2. **Combine:** We use a random challenge $\gamma$ to combine them into a single claim. This involves computing the evaluations of a dense weight polynomial over the entire hypercube:
$$
W(b) = \sum_{i=1}^k \gamma^i \cdot \text{eq}(z_i, b)
$$
3. **Sumcheck:** We then run a single, large sumcheck protocol on the claim:
$$
\sum_{b \in \{0,1\}^n} p(b) \cdot W(b) = \sum_{i=1}^k \gamma^i \cdot s_i
$$
The main issue is Step 2: materializing the full evaluation table for $W(b)$ is computationally expensive and quite painful to parallelize well.
## Idea of Optimization: Sumcheck in Parallel → Combine Later
The trick is to leverage the linearity of summation to re-order the operations.
$$\sum_{b} p(b) \cdot \left( \sum_{i=1}^k \gamma^i \cdot \text{eq}(z_i, b) \right) = \sum_{i=1}^k \gamma^i \cdot \left( \sum_{b} p(b) \cdot \text{eq}(z_i, b) \right)$$
This algebraic small change can give us a new computational strategy:
1. **Decompose:** Instead of one big sumcheck, we can perform `k` independent sumchecks. The $i$-th sumcheck is on the much simpler product $p(b) \cdot \text{eq}(z_i, b)$.
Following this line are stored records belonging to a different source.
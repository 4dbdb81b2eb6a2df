"""One uncertainty model over compounds: every source of energy contributes to one factor F over
the thermodynamic compounds of a network, so that reaction energies drawn as Sᵀ·ΔfG'° obey every
identity of the stoichiometry exactly.

The model
---------
The transformed formation energies of the compounds a network's reactions are written over
(``ReactionEnergy.compound_terms``: database keys, ``reconciled:<id>``, ``estimated:<id>``) are

    f = f̄ + F z,        z ~ N(0, I),

with one column of F per named source of error (the *sources*), each a standard normal number
that every compound, every reaction and every mode of a run share. The reaction energies of any
draw are g = ḡ + N F z with N the reactions' net coefficients over the compounds, so any
combination of reactions whose coefficients cancel over the compounds (a vector y with yᵀN = 0,
e.g. PTA + ACK − ACD) has yᵀg = yᵀḡ in every draw: Hess's law holds draw by draw. The sources:

- **species data** (one source per compound key, named by the key): σ of its ΔfG'° at the
  environment (:mod:`tfa.thermo.uncertainty`), carrier potentials included (their reduced form's
  energy −nFE carries the potential's σ). Taken as independent per compound, as in Henry et al.
  (2007).
- **reconciled compounds** (one source per literature value, ``value:<id>``): the reconciliation
  solves u = (A W^½)⁺ W^½ b (:mod:`tfa.thermo.reconcile`), so a standard normal error z_r of each
  weighted value moves u by the column r of P = (A W^½)⁺ and the covariance is P Pᵀ = (AᵀWA)⁺
  exactly (no decomposition). A reaction that restates a value is moved by that value's own
  source: every reaction restating the same value shares it. Conserved moieties: only
  identified combinations are used by reactions, and for them vᵀP Pᵀv is their variance. The
  temperature term of each value (ΔT times the entropy σ of the value, ``value-temperature:<id>``)
  enters through the same P, so it, too, is shared by everything that uses the value (in
  quadrature over the values; the per-reaction σ of :mod:`tfa.network.energies` adds the value
  terms linearly, which is larger).
- **group-contribution estimates** (:mod:`tfa.thermo.group_contribution`, σ² = s²(1 + xᵀM⁻¹x) +
  Σ_rare (n_g s)²): (i) the fit part s²xᵀM⁻¹x through a Cholesky factor of M⁻¹ shared by every
  estimate (``group fit:<i>``); (ii) the cross-validated residual s, carried by the compound's
  groups in proportion to their counts, s·n_g/‖n‖ on ``group:<g>``, so every estimate keeps its
  σ while two estimates correlate by the cosine of their group vectors and homologous steps that
  share all groups but one nearly cancel (our modelling choice: the residual of a group model is
  structural, shared by molecules built of the same groups; component contribution propagates
  the group-parameter covariance the same way, Noor et al. 2013); (iii) a group seen in fewer
  than three training species adds n_g s on ``rare group:<g>``. What an estimate's σ holds beyond
  these (the temperature term, protonation states) is its own source (named by its key).
- **reaction-level terms**, only where a value stands alone: a reaction whose stated σ holds more
  than its compounds give because its estimate lies outside its reaction class's range
  (:mod:`tfa.thermo.reaction_classes`) gets the difference as a term named by its canonical
  stoichiometry (``reaction:<canonical>``), shared by every reaction restating the same
  conversion; a reaction with no compound terms (a hand-made energy) has one named by its id.

Units: kJ/mol.

References
----------
[1] JCGM 100:2008 (GUM), section 5.2: propagation of correlated uncertainties, Cov = N C Nᵀ.
[2] C. S. Henry, L. J. Broadbelt, V. Hatzimanikatis, Biophys. J. 92 (2007) 1792-1805.
[3] E. Noor, H. S. Haraldsdóttir, R. Milo, R. M. T. Fleming, PLoS Comput. Biol. 9 (2013)
    e1003098 (component contribution: group-parameter covariance carried to reactions).
[4] R. Penrose, Proc. Cambridge Philos. Soc. 51 (1955) 406-413 (the pseudo-inverse).
"""

from __future__ import annotations

import logging
import math
from dataclasses import dataclass, field
from typing import Mapping, Sequence

import numpy as np

log = logging.getLogger(__name__)

#: Relative tolerance below which a stated σ² and the compounds' variance are the same.
VARIANCE_TOLERANCE = 1e-6


@dataclass
class CompoundSpace:
    """The factor F of the compounds' ΔfG'° (kJ/mol): compounds × sources.

    Attributes
    ----------
    keys : compound keys, rows of ``factor`` (as in ``ReactionEnergy.compound_terms``)
    factor : ndarray, keys × sources, kJ/mol per unit normal
    source_names : name of each column (the key of its keyed normal number)
    source_labels : plain words for each column (what a reader is told carries a change)
    """

    keys: list[str]
    factor: np.ndarray
    source_names: list[str]
    source_labels: list[str] = field(default_factory=list)

    @property
    def sigma(self) -> np.ndarray:
        """σ of each compound's ΔfG'°, kJ/mol."""
        return np.sqrt(np.sum(self.factor ** 2, axis=1))

    def covariance(self) -> np.ndarray:
        """F Fᵀ, kJ²/mol²."""
        return self.factor @ self.factor.T


class _Builder:
    def __init__(self) -> None:
        self.keys: list[str] = []
        self.key_index: dict[str, int] = {}
        self.sources: dict[str, int] = {}
        self.labels: list[str] = []
        self.entries: list[tuple[int, int, float]] = []

    def key(self, key: str) -> int:
        if key not in self.key_index:
            self.key_index[key] = len(self.keys)
            self.keys.append(key)
        return self.key_index[key]

    def add(self, key: str, source: str, label: str, loading: float) -> None:
        if loading == 0.0 or not math.isfinite(loading):
            return
        if source not in self.sources:
            self.sources[source] = len(self.labels)
            self.labels.append(label)
        self.entries.append((self.key(key), self.sources[source], float(loading)))

    def build(self) -> CompoundSpace:
        factor = np.zeros((len(self.keys), len(self.labels)))
        for i, s, value in self.entries:
            factor[i, s] += value
        return CompoundSpace(list(self.keys), factor, list(self.sources), list(self.labels))


def compound_space(table, keys: Sequence[str]) -> CompoundSpace:
    """The factor of the compounds ``keys`` from a network's compound energy table.

    Parameters
    ----------
    table : tfa.network.compound_table.CompoundEnergyTable
        The energies of the network's compounds at the environment.
    keys : compound keys to cover (those the reactions are written over).

    Returns
    -------
    CompoundSpace
        Rows in the order of ``keys``.
    """
    b = _Builder()
    for k in keys:
        b.key(k)
    by_key: dict[str, object] = {}
    estimate_of: dict[str, object] = {}
    for ce in table.compounds.values():
        if ce.key:
            by_key.setdefault(ce.key, ce)
        if ce.estimate_key:
            estimate_of.setdefault(ce.estimate_key, ce)
    rec = table.reconciliation
    reconciled_rows = _reconciled_rows(table) if rec is not None else {}
    gc = None
    for key in keys:
        ce = by_key.get(key)
        if ce is not None and ce.source == "reconciled" and key in reconciled_rows:
            for source, label, loading in reconciled_rows[key]:
                b.add(key, source, label, loading)
            continue
        if key in estimate_of and (ce is None or ce.source in ("estimated", "reconciled")):
            owner = estimate_of[key]
            gc = gc or _group_model()
            sigma = table.database.formation_energy(key, table.conditions).uncertainty
            _estimate_rows(b, key, owner.metabolite, owner.group_counts, sigma, gc)
            continue
        if ce is not None and ce.source == "species":
            sigma = ce.uncertainty
        else:
            try:
                sigma = table.database.formation_energy(key, table.conditions).uncertainty
            except Exception:  # noqa: BLE001 - a key the data cannot price has no error to draw
                log.info("compound %s: no σ found for the compound space", key)
                continue
        if sigma and math.isfinite(sigma):
            b.add(key, key, f"{key} (species data)", abs(float(sigma)))
    return b.build()


def _reconciled_rows(table) -> dict[str, list[tuple[str, str, float]]]:
    """Key of each reconciled compound -> [(source, label, loading)] from P = (A W^½)⁺."""
    from ..constants import T_REF
    from ..thermo.reconcile import (ENTROPY_SIGMA_NO_ENTHALPY, ENTROPY_SIGMA_WITH_ENTHALPY,
                                    RANK_TOLERANCE)

    rec = table.reconciliation
    if rec.matrix.size == 0:
        return {}
    sigma_r = np.array([r.sigma for r in rec.residuals], float)
    pinv = np.linalg.pinv(rec.matrix / sigma_r[:, None], rcond=RANK_TOLERANCE)
    delta_t = abs(table.conditions.temperature - T_REF)
    rates = np.array([ENTROPY_SIGMA_WITH_ENTHALPY if v.delta_h_standard is not None
                      else ENTROPY_SIGMA_NO_ENTHALPY for v in rec.values])
    out: dict[str, list[tuple[str, str, float]]] = {}
    for i, m in enumerate(rec.unknowns):
        ce = table.compounds.get(m)
        if ce is None or ce.source != "reconciled":
            continue
        rows = []
        for r, value in enumerate(rec.values):
            if pinv[i, r] != 0.0:
                rows.append((f"value:{value.id}", f"reaction value {value.id}", float(pinv[i, r])))
                if delta_t > 0:
                    rows.append((f"value-temperature:{value.id}",
                                 f"temperature dependence of reaction value {value.id}",
                                 float(pinv[i, r] * delta_t * rates[r] / sigma_r[r])))
        out[ce.key or m] = rows
    return out


def _group_model():
    from ..thermo.group_contribution import fitted_model

    return fitted_model()


def _estimate_rows(b: _Builder, key: str, name: str, counts: Mapping[str, int], sigma: float,
                   gc) -> None:
    """Rows of one group-contribution estimate (module text: fit, residual by groups, rare
    groups, and the rest of its σ as its own source)."""
    from ..thermo.group_contribution import RARE_GROUP_SPECIES

    fit = gc.fits["G"]
    s = gc.cross_validation().rmse
    chol = _fit_cholesky(id(fit), fit.inverse)
    x = np.zeros(len(fit.columns) + 1)
    x[0] = 1.0
    index = {c: i + 1 for i, c in enumerate(fit.columns)}
    for g, n in counts.items():
        if g in index:
            x[index[g]] = n
    fit_row = s * (x @ chol)
    variance = float(fit_row @ fit_row)
    for i, value in enumerate(fit_row):
        b.add(key, f"group fit:{i}", "the group-contribution fit", float(value))
    norm = math.sqrt(sum(float(n) ** 2 for n in counts.values()))
    for g, n in sorted(counts.items()):
        if norm > 0:
            b.add(key, f"group:{g}", f"group {g}", s * float(n) / norm)
        if fit.species_seen.get(g, 0) < RARE_GROUP_SPECIES:
            b.add(key, f"rare group:{g}", f"rarely fitted group {g}", s * float(n))
            variance += (s * float(n)) ** 2
    variance += s * s if norm > 0 else 0.0
    rest = float(sigma) ** 2 - variance if math.isfinite(sigma) else 0.0
    if rest > VARIANCE_TOLERANCE * max(1.0, variance):
        b.add(key, key, f"{name} (estimate)", math.sqrt(rest))


_CHOLESKY: dict[int, np.ndarray] = {}


def _fit_cholesky(token: int, inverse: np.ndarray) -> np.ndarray:
    """Lower Cholesky factor L of M⁻¹ (L Lᵀ = M⁻¹), cached per fit."""
    if token not in _CHOLESKY:
        _CHOLESKY[token] = np.linalg.cholesky((inverse + inverse.T) / 2.0)
    return _CHOLESKY[token]


def canonical_stoichiometry(terms: Mapping[str, float]) -> str:
    """A name for a conversion that is the same for every multiple or reversal of it.

    >>> canonical_stoichiometry({"B": -2, "A": 2}) == canonical_stoichiometry({"A": -1, "B": 1})
    True
    """
    items = sorted((k, float(v)) for k, v in terms.items() if abs(float(v)) > 1e-12)
    if not items:
        return ""
    lead = items[0][1]
    return " ".join(f"{v / lead:+.6g} {k}" for k, v in items)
2. **Execute in Parallel:** We run these `k` sumchecks concurrently. In each sumcheck round, this produces `k` small univariate polynomials: $h_1(X), h_2(X), \dots, h_k(X)$.
3. **Combine the Results:** We then combine these *small output polynomials* at the very end. The final polynomial sent to the verifier is:
$$
h_{\text{final}}(X) = \sum_{i=1}^k \gamma^i \cdot h_i(X)
$$
### Why it could be better
* **Parallelism**: The `k` sumchecks are completely independent and can be run on `k` different cores.
* **Avoids the Bottleneck**: It completely sidesteps the expensive, monolithic step of creating the large, dense `W(b)` evaluation table.
* **Another idea (not sure)**: Each parallel sumcheck operates on a product with `eq(z_i, b)`, which is a very sparse polynomial (non-zero at only one point). This allows the sumcheck logic itself to be heavily optimized, as we are no longer dealing with a generic, dense weight polynomial.